Seward said: KP, Well, I'm a "liberal" in the 19th century sense of the term. ;) Anyway, I don't really agree with Coulter on much I suspect.
Haha! Yeah it wasn't really meant to say anything about you personally. Coulter's premise is that liberals aren't christians, their god is Darwin and evolution is their religion. Obviously we have some conservatives and libertarians who post here about science and evolution, so Coulter has made yet another vacuous claim.

DavidK · 3 April 2009

BTW, did anyone else happen to see the Simpson episode Wed/Thu night? I can't remember which day. Lisa's school had decided to teach Creationism and she was quite upset. The episode was quite funny. Ned & the Preacher cast Darwin in cahoots with the devil of course. Lisa held private Darwin readings until the police arrested her. She was about to give up, threw here Origins book in the trash, whereupon her mother picked it up and said "I wonder what this is all about." She pored over the book and came to the ghastly conclusion that Darwin made very strong arguments! She was impressed. Well, they had a trial, the climax of the episode, to weigh the merits of creationism versus evolution. In defense of creationism was a slick, dapper looking fellow all in suit who had received his academic PhD in "toothology" and was well qualified to defend creationism based upon his deep understanding of the subject and pointed to the "missing fossil" gap between man & earlier ancestors. Of course, Homer, acting as a retarded monkey unable to open a bottle of beer, filled the gap nicely and the creationists lost again. They handled the episode very well. It was quite funny. Springfield ended up giving creationism the (well deserved) boot.

Seward · 3 April 2009

KP,

I would say as a general rule that libertarians don't find evolution to be troubling (whether they are religious or not). There are of course exceptions. Anyway, I was an "evolutionist" before I became a free marketeer.

KP · 4 April 2009

Seward said: KP, I would say as a general rule that libertarians don't find evolution to be troubling (whether they are religious or not). There are of course exceptions. Anyway, I was an "evolutionist" before I became a free marketeer.
Agreed. Plenty of christian republicans don't find evolution troubling either. And the knowledge about evolution possessed by some "liberals" would fit inside a thimble.

gregwrld · 4 April 2009

Seward: It seems to me one of the reasons nationalization doesn't fly here is because free-marketeers and libertarians scream "it's socialism!".

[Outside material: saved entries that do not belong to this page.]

r"""Curves over prompts with bootstrap intervals: :func:`summarize`, :class:`CurveSummary`, :func:`bootstrap_ci`.

:func:`summarize` estimates, for every prompt, the best-of-k value (the verifier
picks) and pass@k (the best true reward among k) with the U-statistics of
:mod:`bonft.estimate.bestofk`, and puts a percentile bootstrap interval over
prompts around their means.

References: Efron & Tibshirani 1993, "An Introduction to the Bootstrap"
(percentile interval); Chow et al. 2024 (best-of-k); Chen et al. 2021 (pass@k).
"""
from __future__ import annotations

import json
import math
from dataclasses import dataclass, field

import numpy as np

from bonft._core.bootstrap import confidence_label, no_interval_columns, resample_counts, zero_spread
from bonft._core.checks import (
    as_float_array,
    check_finite,
    check_fraction,
    check_int,
    check_n_boot,
    check_nonempty,
    check_pool_ks,
    check_real,
    check_seed,
)
from bonft.estimate.bestofk import _best_of_k_matrix, _pools, _ragged_best_of_k, _smallest_pool

__all__ = ["bootstrap_ci", "reward_bounds", "default_ks", "CurveSummary", "summarize", "MIN_BOOT_PROMPTS"]


def _check_bounds(bounds) -> tuple[float, float] | None:
    """None, or ``(lo, hi)`` two finite numbers with ``lo < hi``."""
    if bounds is None:
        return None
    if not isinstance(bounds, (tuple, list)) or len(bounds) != 2:
        raise TypeError(f"bounds must be None or a pair (lo, hi), got {type(bounds).__name__} {bounds!r}")
    lo, hi = check_real("bounds[0]", bounds[0]), check_real("bounds[1]", bounds[1])
    if not lo < hi:
        raise ValueError(f"bounds must be (lo, hi) with lo < hi, got bounds={tuple(bounds)!r}")
    return lo, hi


def _all_equal_bound(P: int, confidence: float) -> float:
    r"""Width, as a share of ``hi - lo``, of the exact interval for a mean whose P values all sit at one bound.

    .. math:: 1 - \big(\tfrac{1-c}{2}\big)^{1/P}

    For values in ``[lo, hi]`` with mean ``mu``, Markov's inequality gives ``P(X = lo) <= 1 - t`` with
    ``t = (mu - lo)/(hi - lo)``, so P values all at ``lo`` have chance at most ``(1 - t)^P``; solving
    ``(1 - t)^P = (1 - c)/2`` bounds ``t`` for ANY distribution on ``[lo, hi]``. It is the Clopper & Pearson
    1934 upper limit for 0 successes in P trials (0.168 for P = 20 at 95%; the "rule of three" ``3/P``
    approximates its one-sided 95% form).
    """
    return -math.expm1(math.log((1.0 - confidence) / 2.0) / P)


def reward_bounds(rewards) -> tuple[float, float] | None:
    r"""The ``bounds`` of :func:`bootstrap_ci` for best-of-k, pass@k or any strategy's value of these rewards.

    Shape: ``rewards`` an array, or a sequence of arrays (ragged pools) ``-> (0.0, 1.0)`` or None.

    .. math:: \min_i r_i \ge 0 \;\wedge\; \max_i r_i \le 1 \;\Rightarrow\; V_k \in [0, 1]

    Each such value is an average of rewards, so it lies in their range; when a reward lies outside
    [0, 1] the range is not known from the data and the answer is None.

    References: Clopper & Pearson 1934 (the interval these bounds enable in :func:`bootstrap_ci`).
    """
    rows = [rewards] if isinstance(rewards, np.ndarray) else list(rewards)
    flat = [np.ravel(np.asarray(x, dtype=np.float64)) for x in rows]
    return (0.0, 1.0) if all(x.size == 0 or (x.min() >= 0 and x.max() <= 1) for x in flat) else None


def bootstrap_ci(values, *, confidence: float = 0.95, n_boot: int = 2000, seed: int = 0, bounds=None):
    r"""Percentile bootstrap over prompts.

    Shape: ``values (P, K) -> (mean (K,), lo (K,), hi (K,))``; ``(P,)`` gives three floats.

    .. math:: \bar v^{*}_b = \frac1P \sum_p W_{bp} v_p,\quad
              [lo, hi] = \mathrm{quantile}_{(1\mp c)/2}\{\bar v^{*}_b\}

    Each of ``n_boot`` replicates resamples the P prompts with replacement and
    takes the column means; ``lo``/``hi`` are the ``(1 -+ confidence)/2``
    quantiles of those means (Efron & Tibshirani 1993, percentile interval).
    ``mean`` is the plain mean over prompts. A 1-D ``values (P,)`` gives scalars.
    Resampling is vectorised (counts matrix @ values, :mod:`bonft._core.bootstrap`), in
    chunks to bound memory.

    Zero spread. A column whose P values are all equal gives every replicate the same mean: the
    percentile interval has width 0 and covers nothing it does not already see (with P = 1 this is
    every column). ``bounds=(lo, hi)`` states that every value lies in ``[lo, hi]`` (pass@k and
    best-of-k of rewards in [0, 1]: ``(0, 1)``; values outside raise ``ValueError``): a column all at
    ``lo`` then gets the exact interval ``[lo, lo + (hi - lo) w]`` with ``w = 1 - ((1 - c)/2)^(1/P)``
    (valid for any distribution on ``[lo, hi]``; Clopper & Pearson 1934), a column all at ``hi`` the
    mirror image; every other column is the percentile interval. ``bounds=None`` (the range is
    unknown) leaves such columns at width 0 (:meth:`CurveSummary.no_interval` names them).

    References: Efron & Tibshirani 1993, "An Introduction to the Bootstrap"; Clopper & Pearson 1934,
    "The use of confidence or fiducial limits illustrated in the case of the binomial".
    """
    v = as_float_array("values", values, ndim=(1, 2))
    check_nonempty("values", v)
    check_finite("values", v)
    confidence = check_fraction("confidence", confidence, open_low=True, open_high=True)
    n_boot = check_n_boot(n_boot)
    seed = check_seed(seed)
    bounds = _check_bounds(bounds)
    if bounds is not None and ((v < bounds[0]) | (v > bounds[1])).any():
        bad = float(v[(v < bounds[0]) | (v > bounds[1])][0])
        raise ValueError(f"values must lie within bounds [{bounds[0]:g}, {bounds[1]:g}], got {bad!r}")
    one_d = v.ndim == 1
    V = v[:, None] if one_d else v  # (P,) -> (P, 1)
    P = V.shape[0]
    scale = 2.0**64 if float(np.abs(V).max()) > 2.0**1000 else 1.0  # near float64's edge the sums would overflow
    Vs = V / scale if scale != 1.0 else V  # a power of two: exact
    rng = np.random.default_rng(seed)
    means = np.empty((n_boot, V.shape[1]))
    chunk = max(1, min(n_boot, 4_000_000 // P))
    for b0 in range(0, n_boot, chunk):
        b = min(chunk, n_boot - b0)
        means[b0 : b0 + b] = resample_counts(rng, P, b) @ Vs / P  # (b, P) counts: one matmul per chunk
    alpha = (1.0 - confidence) / 2.0
    lo, hi = np.quantile(means, [alpha, 1.0 - alpha], axis=0) * scale
    mean = Vs.mean(axis=0) * scale
    # a replicate mean cannot stray outside the data range, but keep lo <= mean <= hi exact
    lo, hi = np.minimum(lo, mean), np.maximum(hi, mean)
    if bounds is not None:
        b_lo, b_hi = bounds
        flat = zero_spread(V)
        w = (b_hi - b_lo) * _all_equal_bound(P, confidence)
        at_lo, at_hi = flat & (mean == b_lo), flat & (mean == b_hi)
        hi = np.where(at_lo, b_lo + w, hi)
        lo = np.where(at_hi, b_hi - w, lo)
    if one_d:
        return float(mean[0]), float(lo[0]), float(hi[0])
    return mean, lo, hi


# ----------------------------------------------------------------------------- summary


def default_ks(smallest_pool: int) -> list[int]:
    r"""1, 2, 4, ... up to ``smallest_pool``, plus ``smallest_pool`` itself when it is not a power of 2.

    Shape: ``int -> list of K ints``.

    .. math:: \{2^j : 2^j \le n_{min}\} \cup \{n_{min}\}

    References: common practice (pass@k curves are read on a log-k axis, Chen et al. 2021).
    """
    n = check_int("smallest_pool", smallest_pool, min=1)
    ks = [1 << j for j in range(n.bit_length()) if (1 << j) <= n]
    if ks[-1] != n:
        ks.append(n)
    return ks


# Fewest prompts for which CurveSummary prints bootstrap intervals. The percentile bootstrap is a large-sample
# method: with P prompts a replicate can take only C(2P-1, P) distinct values (3 for P=2, 92378 for P=10), and
# with one prompt every replicate equals the data, a zero-width interval. 10 is common practice, not a theorem.
MIN_BOOT_PROMPTS = 10

_CURVES = ("best_of_k_mean", "best_of_k_lo", "best_of_k_hi", "pass_at_k_mean", "pass_at_k_lo", "pass_at_k_hi")


@dataclass
class CurveSummary:
    """Best-of-k (the verifier picks) and pass@k (the best true reward among k) over prompts, with intervals.

    ks: (K,) subset sizes; n_prompts: P; smallest_pool: the smallest pool size.
    best_of_k_mean / _lo / _hi: best-of-k mean and bootstrap interval (K,);
    pass_at_k_mean / _lo / _hi: the best true reward among k (pass@k for 0/1 rewards) (K,).
    per_prompt_best_of_k, per_prompt_pass_at_k: (P, K).
    bounds: ``(lo, hi)`` every per-prompt value lies in (``(0, 1)`` when every reward does), or None when
    unknown; a column whose P values are all equal has no bootstrap interval (width 0): at a known bound it
    gets the exact interval of :func:`bootstrap_ci`, otherwise :meth:`table` and :meth:`to_dict` say so.
    """

    ks: np.ndarray
    n_prompts: int
    smallest_pool: int
    best_of_k_mean: np.ndarray
    best_of_k_lo: np.ndarray
    best_of_k_hi: np.ndarray
    pass_at_k_mean: np.ndarray
    pass_at_k_lo: np.ndarray
    pass_at_k_hi: np.ndarray
    per_prompt_best_of_k: np.ndarray = field(repr=False)
    per_prompt_pass_at_k: np.ndarray = field(repr=False)
    confidence: float = 0.95
    n_boot: int = 2000
    seed: int = 0
    bounds: tuple[float, float] | None = None

    def no_interval(self, which: str) -> np.ndarray:
        """``which`` = ``"best_of_k"`` or ``"pass_at_k"`` -> (K,) bool: the columns whose values have zero spread
        over prompts and sit at no known bound, so that their ``_lo``/``_hi`` are the mean, not an interval."""
        return no_interval_columns(getattr(self, f"per_prompt_{which}"), self.bounds)

    def _zero_spread_note(self) -> str | None:
        cols = [f"{label} k={int(k)}" for which, label in (("best_of_k", "best-of-k"), ("pass_at_k", "pass@k"))
                for k, bad in zip(self.ks, self.no_interval(which)) if bad]
        if not cols or not self.intervals_valid:
            return None
        why = ("the value range is unknown" if self.bounds is None else
               f"the common value is at neither bound {self.bounds[0]:g} or {self.bounds[1]:g}")
        return (f"no interval for {', '.join(cols)}: every prompt has the same value, so every bootstrap replicate "
                f"does too, and {why} (see docs/estimate.md)")

    @property
    def intervals_valid(self) -> bool:
        """False below ``MIN_BOOT_PROMPTS`` prompts: a bootstrap over so few prompts gives no honest interval."""
        return self.n_prompts >= MIN_BOOT_PROMPTS

    def table(self) -> str:
        """A fixed-width text table: one row per k; intervals print as ``n/a`` below ``MIN_BOOT_PROMPTS`` prompts."""
        pct = confidence_label(self.confidence)
        head = f"{'k':>6}  {'best-of-k':>9}  {pct + ' CI':>17}  {'pass@k':>7}  {pct + ' CI':>17}  {'gap':>7}"
        lines = [f"prompts: {self.n_prompts}   smallest pool: {self.smallest_pool}", head]
        ok = self.intervals_valid
        flat_b, flat_o = self.no_interval("best_of_k"), self.no_interval("pass_at_k")

        def ci(lo: float, hi: float, flat: bool) -> str:
            if not ok:
                return f"{'n/a':^16}"
            return f"{'no spread':^16}" if flat else f"[{lo:.4f}, {hi:.4f}]"

        for j, k in enumerate(self.ks):
            b, o = self.best_of_k_mean[j], self.pass_at_k_mean[j]
            lines.append(
                f"{int(k):>6}  {b:>9.4f}  {ci(self.best_of_k_lo[j], self.best_of_k_hi[j], flat_b[j])}"
                f"  {o:>7.4f}  {ci(self.pass_at_k_lo[j], self.pass_at_k_hi[j], flat_o[j])}  {o - b:>7.4f}"
            )
        note = self._zero_spread_note()
        if note:
            lines.append(note)
        if not ok:
            lines.append(f"intervals n/a: {self.n_prompts} prompt(s); a bootstrap over prompts needs at least "
                         f"{MIN_BOOT_PROMPTS} (see docs/estimate.md)")
        return "\n".join(lines)

    def to_dict(self) -> dict:
        """JSON-able dict of the curves (per-prompt matrices as nested lists)."""
        d = {
            "ks": [int(k) for k in self.ks],
            "n_prompts": int(self.n_prompts),
            "smallest_pool": int(self.smallest_pool),
            "confidence": float(self.confidence),
            "n_boot": int(self.n_boot),
            "seed": int(self.seed),
            "intervals_valid": self.intervals_valid,
            "bounds": None if self.bounds is None else [float(b) for b in self.bounds],
            "best_of_k_no_interval": [bool(x) for x in self.no_interval("best_of_k")],
            "pass_at_k_no_interval": [bool(x) for x in self.no_interval("pass_at_k")],
        }
        note = self._zero_spread_note()
        if note:
            d["zero_spread_note"] = note + "; their *_lo/*_hi equal the mean and are not confidence intervals"
        if not self.intervals_valid:
            d["intervals_note"] = (f"{self.n_prompts} prompt(s): a bootstrap over prompts needs at least "
                                   f"{MIN_BOOT_PROMPTS}; the *_lo/*_hi values are not confidence intervals")
        for name in _CURVES:
            d[name] = [float(x) for x in getattr(self, name)]
        d["per_prompt_best_of_k"] = np.asarray(self.per_prompt_best_of_k, dtype=float).tolist()
        d["per_prompt_pass_at_k"] = np.asarray(self.per_prompt_pass_at_k, dtype=float).tolist()
        json.dumps(d, allow_nan=False)  # refuses NaN instead of writing it
        return d


def summarize(scores, rewards, *, ks=None, confidence: float = 0.95, n_boot: int = 2000,
              seed: int = 0) -> CurveSummary:
    r"""Per-prompt best-of-k and pass@k curves plus bootstrap CIs over prompts.

    Shape: ``scores, rewards (P, n)`` arrays or lists of 1-D arrays (ragged)
    ``-> CurveSummary`` with ``(K,)`` curves and ``(P, K)`` per-prompt values.

    .. math:: \mathrm{best\_of\_k}_k = \frac1P\sum_p V_{pk}(s, r),\qquad \mathrm{pass\_at\_k}_k = \frac1P\sum_p V_{pk}(r, r)

    ``ks``: int, sequence, or None for :func:`default_ks` of the smallest pool. Both curves use
    one bootstrap seed, so each replicate resamples the same prompts for both.

    When every reward lies in [0, 1], every per-prompt value does too (each is an average of rewards), and
    the intervals use ``bounds=(0, 1)`` (:func:`bootstrap_ci`): a column where every prompt scores 0 (or 1)
    gets the exact Clopper & Pearson 1934 interval instead of a zero-width one. The assumption is only that
    range; otherwise ``bounds`` is None and :meth:`CurveSummary.table` flags zero-spread columns.

    References: Chow et al. 2024 (best-of-k); Chen et al. 2021 (pass@k);
    Efron & Tibshirani 1993 (percentile bootstrap).
    """
    check_n_boot(n_boot), check_seed(seed)  # before the per-prompt values are computed
    s, r = _pools(scores, rewards)
    smallest = _smallest_pool(s)
    ks_arr, _ = check_pool_ks(default_ks(smallest) if ks is None else ks, s)
    if isinstance(s, list):
        best, top = _ragged_best_of_k(s, r, ks_arr), _ragged_best_of_k(r, r, ks_arr)
    else:
        best, top = _best_of_k_matrix(s, r, ks_arr), _best_of_k_matrix(r, r, ks_arr)
    bounds = reward_bounds(r)
    bm, bl, bh = bootstrap_ci(best, confidence=confidence, n_boot=n_boot, seed=seed, bounds=bounds)
    pm, pl, ph = bootstrap_ci(top, confidence=confidence, n_boot=n_boot, seed=seed, bounds=bounds)
    return CurveSummary(
        ks=ks_arr, n_prompts=len(s), smallest_pool=smallest,
        best_of_k_mean=bm, best_of_k_lo=bl, best_of_k_hi=bh, pass_at_k_mean=pm, pass_at_k_lo=pl, pass_at_k_hi=ph,
        per_prompt_best_of_k=best, per_prompt_pass_at_k=top, confidence=confidence, n_boot=n_boot, seed=seed,
        bounds=bounds,
    )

Glad to see you're not one of that ilk.

Also, you can't blame people for wanting homes (most do) when Realtors and mortgage
financiers are waving deals under their noses for low-interest ARM's without bothering to consider the future - for the new home-owners or themselves (that's why I chose the word rapacious).

Seward · 4 April 2009

gregwrld,

Oh, I dislike nationalization a lot; its just better than what we are doing right now IMHO.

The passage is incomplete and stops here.